Mantan Menteri Sosial, Idrus Marham
Jakarta – Usai menjalani pemeriksaan perdana sebagai tersangka kasus suap PLTU Riau-1, mantan Menteri Sosial Idrus Marham tampak pasrah. Ia menyerahkan sepenuhnya kepada proses hukum yang sedang berjalan.
Idrus mengaku menghormati proses hukum yang dilakukan oleh KPK. Menurutnya, sebagai tersangka kasus suap, sudah barang tentu bakal menjalani penahanan.
“Saya dari awal menyatakan siap mengikuti seluruh proses-proses dan tahapan-tahapan yang ada. Setelah jadi saksi tersangka, tersangka pasti ada penahanan,” kata Idrus, usai menjalani pemeriksaan penyidik KPK, di Gedung KPK, Jakarta, Jumat (31/8).
Menurutnya, KPK sebagai institusi pemberantasan korupsi tidak akan mengambil langkah yang keliru terkait penetapan tersangka hingga penahanan dirinya.
“Saya katakan begini KPK tidak mungkin mengambil langkah yang tidak sesuai dengan prosedur dan persyaratan yang ada yaitu yang saya selalu sampaikan. KPK punya logika hukum jangan kita melihat dari logika kita sendiri,” terangnya.
Dalam kasus ini, KPK telah menetapkan tiga tersangka. Mereka yakni Wakil Ketua Komisi VII Eni Maulani Saragi, bos Blackgold Natural Resources Limited Johannes Budisutrisno Kotjo dan Idrus Marham.
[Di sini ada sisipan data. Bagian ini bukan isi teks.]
// The time of a run as the ledger records it: ISO 8601 in UTC to the second,
// e.g. "2026-12-01T02:00:00Z" (RunInfo::started, RunInfo::finished).
#pragma once

#include <chrono>
#include <string>

namespace tenthpoint::batch {

[[nodiscard]] std::string utc_timestamp(std::chrono::system_clock::time_point when = std::chrono::system_clock::now());

}  // namespace tenthpoint::batch
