// InputsHasher: the fingerprint of everything a bridge's rating depends on,
// so that the nightly run can tell an unchanged bridge without rating it.
//
// A bridge's inputs hash is the hex SHA-256 (sha256.h) over, in order: a
// format tag, the engine version, the SHA-256 of the bridge file's bytes,
// and for each dependency (policy files of the `extends` chain and vehicle
// libraries, named as in model::Policy::source_files and the vehicles'
// locations), sorted by name, its name and the SHA-256 of its bytes. Shipped
// data ("<shipped>/policy/default.yaml") is hashed by its embedded bytes, so
// a new engine with a changed default policy reruns its bridges even with
// the version unchanged.
//
// Equal hashes mean equal bridge bytes, equal dependency contents and the
// same engine, hence the same rating: a run may carry an old result forward
// on equality alone, whatever the source of the dependency list it used.
//
// Thread-safe: workers hash concurrently; each dependency file is read and
// hashed once per InputsHasher (one per run), so a 10,000-bridge run reads
// the agency policy once.
#pragma once

#include <map>
#include <mutex>
#include <string>
#include <string_view>
#include <vector>

namespace tenthpoint::batch {

class InputsHasher {
 public:
  explicit InputsHasher(std::string engine_version);

  // SHA-256 of one dependency's bytes (a file path, or a "<shipped>/..."
  // label of data compiled into the engine). A file that cannot be read
  // hashes to "unreadable", so the bridge is rated and fails with the
  // reader's own message rather than being carried forward.
  [[nodiscard]] std::string dependency_hash(const std::string& name);

  // The inputs hash of a bridge file's bytes with its dependencies (any
  // order; duplicates count once).
  [[nodiscard]] std::string inputs_hash(std::string_view bridge_bytes, std::vector<std::string> dependencies);

  [[nodiscard]] const std::string& engine_version() const { return engine_version_; }

 private:
  std::string engine_version_;
  std::mutex mutex_;
  std::map<std::string, std::string, std::less<>> dependency_hashes_;
};

}  // namespace tenthpoint::batch
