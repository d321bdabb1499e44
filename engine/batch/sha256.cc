#include "engine/batch/sha256.h"

#include <openssl/evp.h>

#include <array>
#include <cassert>
#include <new>

namespace tenthpoint::batch {

struct Sha256::Context {
  EVP_MD_CTX* md = nullptr;
  ~Context() { EVP_MD_CTX_free(md); }
};

Sha256::Sha256() : context_(std::make_unique<Context>()) {
  context_->md = EVP_MD_CTX_new();
  // Allocation failure or a libcrypto without SHA-256 leaves nothing to hash
  // with; neither is an input problem.
  if (context_->md == nullptr || EVP_DigestInit_ex(context_->md, EVP_sha256(), nullptr) != 1) throw std::bad_alloc();
}

Sha256::Sha256(Sha256&&) noexcept = default;
Sha256& Sha256::operator=(Sha256&&) noexcept = default;
Sha256::~Sha256() = default;

Sha256& Sha256::update(std::string_view bytes) {
  assert(context_ && context_->md != nullptr);
  if (!bytes.empty() && EVP_DigestUpdate(context_->md, bytes.data(), bytes.size()) != 1) throw std::bad_alloc();
  return *this;
}

std::string Sha256::hex() {
  assert(context_ && context_->md != nullptr);
  std::array<unsigned char, EVP_MAX_MD_SIZE> digest{};
  unsigned int length = 0;
  if (EVP_DigestFinal_ex(context_->md, digest.data(), &length) != 1) throw std::bad_alloc();
  static constexpr char kDigits[] = "0123456789abcdef";
  std::string out;
  out.reserve(2 * length);
  for (unsigned int i = 0; i < length; ++i) {
    out += kDigits[digest[i] >> 4];
    out += kDigits[digest[i] & 0x0f];
  }
  return out;
}

std::string sha256_hex(std::string_view bytes) { return Sha256().update(bytes).hex(); }

}  // namespace tenthpoint::batch
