def test_contact_angles_that_leave_the_same_apex_corners_share_one_path_and_others_get_their_own():
    # the path is kept per set of corners that hold liquid (so a contact-angle draw reuses the reach diameter
    # and the migration nodes kept per path): catches a path cached across contact angles that change the apex
    # (corner 0, half-angle 71 deg, holds liquid below a 19 deg contact angle; corner 1, 65.3 deg, below 24.7 deg)
    poly = Polygon([(0, 0), (2.2, 0), (2.8, 0.7), (-2.3, 1.8)], open_edges=(2,))
    a = bb.taper_path(poly, contact_angle=math.radians(5.0))
    assert bb.taper_path(poly, contact_angle=math.radians(15.0)) is a
    b = bb.taper_path(poly, contact_angle=math.radians(21.0))
    assert (a.corner_index, b.corner_index) == (0, 1)
    fresh = bb._taper_path_among.__wrapped__(poly, len(b.s), (1,))      # built afresh from corner 1 alone
    assert np.array_equal(b.gap, fresh.gap) and b.length == fresh.length
    assert bb.taper_path(poly, contact_angle=math.radians(23.0)) is b
    assert bb.taper_path(poly, contact_angle=math.radians(26.0)) is None


def test_closed_sections_have_no_taper_path():
    assert bb.taper_path(Circle(0.01)) is None
    assert bb.taper_path(Polygon([(0, 0), (1, 0), (1, 1), (0, 1)])) is None


@pytest.mark.parametrize("injection, k_c", [(0.0, 1.0), (0.5, 1.0), (0.5, 0.6), (0.3, 2.5), (0.9, 1.0)])
def test_reach_diameter_closed_form(injection, k_c):
    # our geometry (theory manual): a bubble pushed from s_inj stops where k_c h = d unless it touches the
    # open side first: d_reach = min(2 k_c S sin a / (1 + k_c sin a), 2 (S - s_inj))
    a, S = math.radians(12.0), 0.005
    p = bb.taper_path(Groove(a, S))
    exact = min(2 * k_c * S * math.sin(a) / (1 + k_c * math.sin(a)), 2 * (S - injection * S))
    assert p.reach_diameter(injection, k_c) == pytest.approx(exact, rel=1e-9)
    # with k_c = 1 the first term is the inscribed-circle diameter of the groove (sections.Groove)
    if k_c == 1.0 and injection < 0.5:
        assert p.reach_diameter(injection, 1.0) == pytest.approx(2 * Groove(a, S).inscribed_radius, rel=1e-9)


def fade_integral(x0, x1):
    """Closed form of the integral of dx/(1 - x^3) (partial fractions)."""
    G = lambda x: (-math.log(1 - x) / 3 + math.log(x * x + x + 1) / 6  # noqa: E731
                   + math.atan((2 * x + 1) / math.sqrt(3)) / math.sqrt(3))
    return G(x1) - G(x0)


def test_migration_time_closed_form_and_domain():
    # Hele-Shaw drag only: U = sigma c_cap h' phi / (c_HS mu) with the fading push phi = 1 - (h/d)^3 along a
    # wedge (h = 2 s sin a): t = (c_HS mu d / (c_cap sigma h'^2)) int_{x_inj}^{x_touch} dx/(1 - x^3), x = h/d,
    # s_touch = S - d/2 (our derivation, theory manual; closed form by partial fractions)
    a, S = math.radians(20.0), 0.004
    p = bb.taper_path(Groove(a, S))
    sigma, mu = 0.02, 0.01
    hp = 2 * math.sin(a)
    d = np.array([0.0026, 0.003, 0.004, 0.0059])
    t = bb.migration_time(p, d, injection=0.25, rho=950.0, mu=mu, sigma=sigma, film_drag=0.0, form_drag=0.0)
    exact = [12.0 * mu * dd / (2.0 * sigma * hp ** 2) * fade_integral(hp * 0.25 * S / dd, hp * (S - dd / 2) / dd)
             for dd in d]
    assert np.allclose(t, exact, rtol=1e-9, atol=0.0)
    # without the fade (phi = 1) the old constant-speed time would be shorter by more than the tolerance
    assert np.all(t > (S - d / 2 - 0.25 * S) / (sigma * 2.0 * hp / (12.0 * mu)) * (1 + 1e-3))
    # too small to reach (NaN), touching the open side at injection (0)
    small, touching = bb.migration_time(p, [1e-4, 0.0061], injection=0.25, rho=950.0, mu=mu, sigma=sigma)
    assert math.isnan(small) and touching == 0.0


def test_squeezed_fraction_closed_forms_and_limits():
    # truncated-sphere split of the volume (our derivation): V_c / V = 1 - (k_c h / d)^3
    assert bb.squeezed_fraction(2.0, 1.0) == pytest.approx(7 / 8, rel=1e-15)
    assert bb.squeezed_fraction(3.0, 1.0, confinement_ratio=2.0) == pytest.approx(1 - 8 / 27, rel=1e-15)
    assert bb.squeezed_fraction(1.0, 1.0) == 0.0 and bb.squeezed_fraction(0.5, 1.0) == 0.0
    # linear fade at the confinement line: phi ~ 3 delta / d
    delta = np.array([1e-6, 1e-8])
    assert np.allclose(bb.squeezed_fraction(1.0 + delta, 1.0) / (3 * delta / (1 + delta)), 1.0, rtol=1e-5)
    # flattened limit d >> h: phi -> 1
    assert bb.squeezed_fraction(1e3, 1.0) == pytest.approx(1.0, abs=1e-9)
    assert np.isnan(bb.squeezed_fraction(-1.0, 1.0)) and np.isnan(bb.squeezed_fraction(1.0, np.nan))
    with pytest.raises(ValueError, match="confinement_ratio"):
        bb.squeezed_fraction(1.0, 1.0, confinement_ratio=0.0)


def test_fading_push_and_film_drag_act_on_the_flattened_part():
    # Hele-Shaw drag alone: Ca proportional to phi; film drag alone: push and film both ~ phi, Ca independent
    # of phi (closed forms of the balance, our derivation)
    taper, theta = 0.6, math.radians(10.0)
    full = bb.migration_capillary_number(taper, theta, film_drag=0.0, form_drag=0.0)
    half = bb.migration_capillary_number(taper, theta, film_drag=0.0, form_drag=0.0, squeezed=0.5)
    assert half == pytest.approx(0.5 * full, rel=1e-13)
    kw = dict(hele_shaw_drag=0.0, film_drag=1.0, form_drag=0.0)
    assert bb.migration_capillary_number(taper, theta, squeezed=0.01, **kw) == \
        pytest.approx(bb.migration_capillary_number(taper, theta, **kw), rel=1e-12)
    assert bb.migration_capillary_number(taper, theta, squeezed=0.0) == 0.0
Penyidik menduga, Idrus mengetahui dan memiliki andil atas penerimaan uang dari Kotjo ke Eni. Sekitar November-Desember 2017, Eni menerima Rp 4 miliar. Bulan Maret-Juni 2018, Eni kembali menerima Rp 2,25 miliar.
Idrus juga diduga telah menerima janji untuk mendapatkan bagian yang sama dengan Eni sebesar 1,5 juta dollar AS yang dijanjikan Kotjo apabila proyek itu bisa dilaksanakan oleh Kotjo.
Diketahui, KPK tengah mendalami dugaan kongkalingkong pihak PT Pembangkit Jawa Bali (PJB) dengan petinggi PT PLN terkait pembahasan proyek pembangunan PLTU Riau-I. Salah satunya terkait penunjukan langsung perusahaan Blackgold Natural Resources Limited menjadi anggota konsorsium yang menggarap proyek tersebut.
Dalam proses perjalanan proyek ini, diduga PT PLN melalui anak usahanya yakni PT Pembangkitan Jawa-Bali (PJB) menunjuk perusahaan Blackgold Natural Resources Limited untuk mengerjakan proyek PLTU Riau-I. Selain Blackgold dan PT PJB, perusahaan lain yang terlibat dalam konsorsium ini yaitu China Huadian Engineering dan PT PLN Batu Bara.
KPK mengendus adanya peran Eni, Idrus Marham yang saat itu menjabat sebagai Sekjen Partai Golkar dan Sofyan Basir untuk memuluskan Blackgold masuk konsorsium proyek ini. Idrus Marham dan Sofyan Basir pun mengakui mengenal dekat kedua tersangka ini.
Tak hanya itu, Eni dari balik jeruji besi mengakui ada peran Sofyan dan Kotjo sampai akhirnya PT PJB menguasai 51 persen asset. Nilai asset itu memungkinkan PT PJB menunjuk langsung Blackgold sebagai mitranya.
Proyek pembangunan PLTU Riau-I ini merupakan bagian dari program tenaga listrik 35 ribu Megawatt (MW) yang didorong oleh pemerintahan Presiden Joko Widodo-Jusuf Kalla. Pemerintah menargetkan PLTU Riau-I bisa beroperasi pada 2020/2021.
Pada Januari 2018, PJB, PLN Batu Bara, BlackGold, Samantaka, dan Huadian menandatangani Letter of Intent (LoI) atau surat perjanjian bisnis yang secara hukum tak mengikat para pihak. LoI diteken untuk mendapatkan Perjanjian Pembelian Tenaga Listrik (PPA) atas PLTU Riau-I. Samantaka rencananya akan menjadi pemasok batu bara untuk PLTU Riau-I.
Dalam kasus ini, KPK baru menetapkan Eni dan Johannes sebagai tersangka. Eni diduga telah menerima suap Rp4,8 miliar dari Johannes untuk mengatur Blackgold Natural Resources Limited masuk dalam konsorsium penggarap proyek PLTU Riau 1.